No había guantes ni uniformes, pero sí campos polvorientos, sol y un montón de imaginación.
Así lo recuerdan, con esa mezcla de risa y nostalgia, algunos beisbolistas nayaritas, quienes aprendieron a forjar el juego con lo que encontraban.
Alejandro El Corita Ortiz lo decía con orgullo: “tratábamos de hacer beisbol… no sólo jugarlo; lo hacíamos.”
Y lo hacían: con un palo de escoba, con un palo de mangle, con una pelota de calcetín. Si el palo se rompía, iban al cerro a cortar otro. Aquí no se esperaba el equipo: aquí se inventaba.
La cronista Conchita Bravo recuerda entre risas que se quitaban las calcetas y con eso hacían las pelotas.
Después llegó la versión mejorada: la pelota de hule. Severo Aranda cuenta que la ponían a hervir sí, hervir… para que se hiciera más pequeña y rebotara mejor.
De ese vapor salían pelotas nuevas… y sueños grandes.
No había dinero, pero sobraban ganas. La pelota “Rabit” de hilos azules (la pelota buena) costaba cinco pesos con cincuenta centavos; quien la tenía la cuidaba como si fuera oro.
Germán Jiménez Camarena, el primer nayarita en jugar en las Grandes Ligas, vivía en la calle Amado Nervo, en Santiago Ixcuintla. Junto con sus hermanos Leopoldo, Isaac y Saúl Jiménez Camarena, limpiaban un terreno frente a su casa; ahí practicaban los hermanos que más tarde llegarían muy lejos.
Desde temprano jugaban por unas monedas, por orgullo o simplemente por sentir el golpe seco del bate hecho con un palo de mangle.
“Temprano estábamos en el campo… pues queriendo crecer”, dijo Hugo Monrroy, pelotero ex profesional.
Muchos de los peloteros nayaritas que conocimos empezaron así: con pelotas de calcetín, con ingenio, y con el barrio dándoles su primera lección.

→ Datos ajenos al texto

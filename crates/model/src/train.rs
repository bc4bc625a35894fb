//! One mini-batch trainer (CD-k or persistent CD) for every visible-unit kind.

use ndarray::{Array, Array1, Array2, ArrayView2, ArrayViewMut2, Axis, Dimension};
use rand::seq::SliceRandom;
use rand::{Rng, SeedableRng};
use rand_chacha::ChaCha8Rng;
use rayon::prelude::*;

use crate::rbm::{
    bernoulli_in_place, bernoulli_rows_from, for_each_row_seeded, par_gemm, rows_apply,
    sigmoid_of_sum, simd,
};
use crate::{ModelError, SAMPLE_CHUNK_ROWS};

/// How the learning rate changes over the epochs.
#[derive(Clone, Debug, PartialEq)]
pub enum LearningRateSchedule {
    Constant,
    /// Constant until `from_epoch`, then linear down to `final_fraction × learning_rate`
    /// at the last epoch: large steps to find the region, small ones to settle in it.
    LinearDecay {
        from_epoch: usize,
        final_fraction: f32,
    },
}

/// Push each hidden unit's mean activity towards `target` (Hinton's guide §11).
#[derive(Clone, Debug, PartialEq)]
pub struct Sparsity {
    /// Desired mean probability of a hidden unit being on, e.g. 0.05–0.1.
    pub target: f32,
    /// Weight of the penalty's gradient relative to the likelihood gradient.
    pub cost: f32,
    /// Smoothing of the running estimate of each unit's activity, e.g. 0.9–0.99.
    pub decay: f32,
}

/// Training settings. Defaults follow common practice for binary RBMs (Hinton 2010,
/// "A Practical Guide to Training RBMs", from memory); for Gaussian visible units use a
/// learning rate one or two orders smaller (≈ 0.001–0.005).
#[derive(Clone, Debug, PartialEq)]
pub struct TrainOptions {
    /// Passes over the data (default 20).
    pub epochs: usize,
    /// Rows per gradient step (default 64); also the number of persistent chains.
    pub batch_size: usize,
    /// Step size (default 0.05).
    pub learning_rate: f32,
    /// Default [`LearningRateSchedule::Constant`].
    pub schedule: LearningRateSchedule,
    /// Gibbs steps per update, the k of CD-k (default 1).
    pub gibbs_steps: usize,
    /// Persistent CD: negative chains carry over between updates instead of restarting
    /// at the data, which gives a better likelihood gradient (default false). Pair it with
    /// low momentum (≈ 0.5) and a decaying rate: with 0.9 the chains and weights oscillate.
    pub persistent: bool,
    /// Momentum for the first `momentum_switch_epoch` epochs (default 0.5) ...
    pub initial_momentum: f32,
    /// ... and after them (default 0.9): small while the parameters move a lot.
    pub final_momentum: f32,
    /// Default 5.
    pub momentum_switch_epoch: usize,
    /// L2 penalty on the weights, not the biases (default 1e-4).
    pub weight_decay: f32,
    /// Default none.
    pub sparsity: Option<Sparsity>,
    /// With validation rows: stop after this many epochs without a better validation
    /// reconstruction error and keep the best model (default 5).
    pub patience: usize,
    /// Seeds shuffling, persistent chains and all sampling (default 0).
    pub seed: u64,
}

Cerca del estadio Revolución había unos árboles, unos árboles de amapas, las cuales eran las gradas de los niños. Polo Jiménez se subía para mirar a los grandes: Manuel Parra, José Luis Naranjo, El Pillo Mendoza… Y aunque no los dejaban entrar, siempre había un huequito por donde mirar y soñar.
Ahí, entre el polvo, la risa y las manos raspadas, nació algo más que un juego. Nació una pasión que formó carácter.
“Porque en estos pueblos nayaritas uno se hace con lo que tiene”. Como dice Abraham El Pollo Ramos: “Eso nos fortalece y nos da un estilo de vida aguerrido.”
Y con cada pelota de trapo, con cada bate improvisado, aprendieron que el beisbol, más que un deporte, era una forma de vivir.
El campo era el corazón del barrio, y el sonido del batazo, ese golpe seco que se queda en la memoria, fue el latido, el eco de generaciones que nunca se rindieron.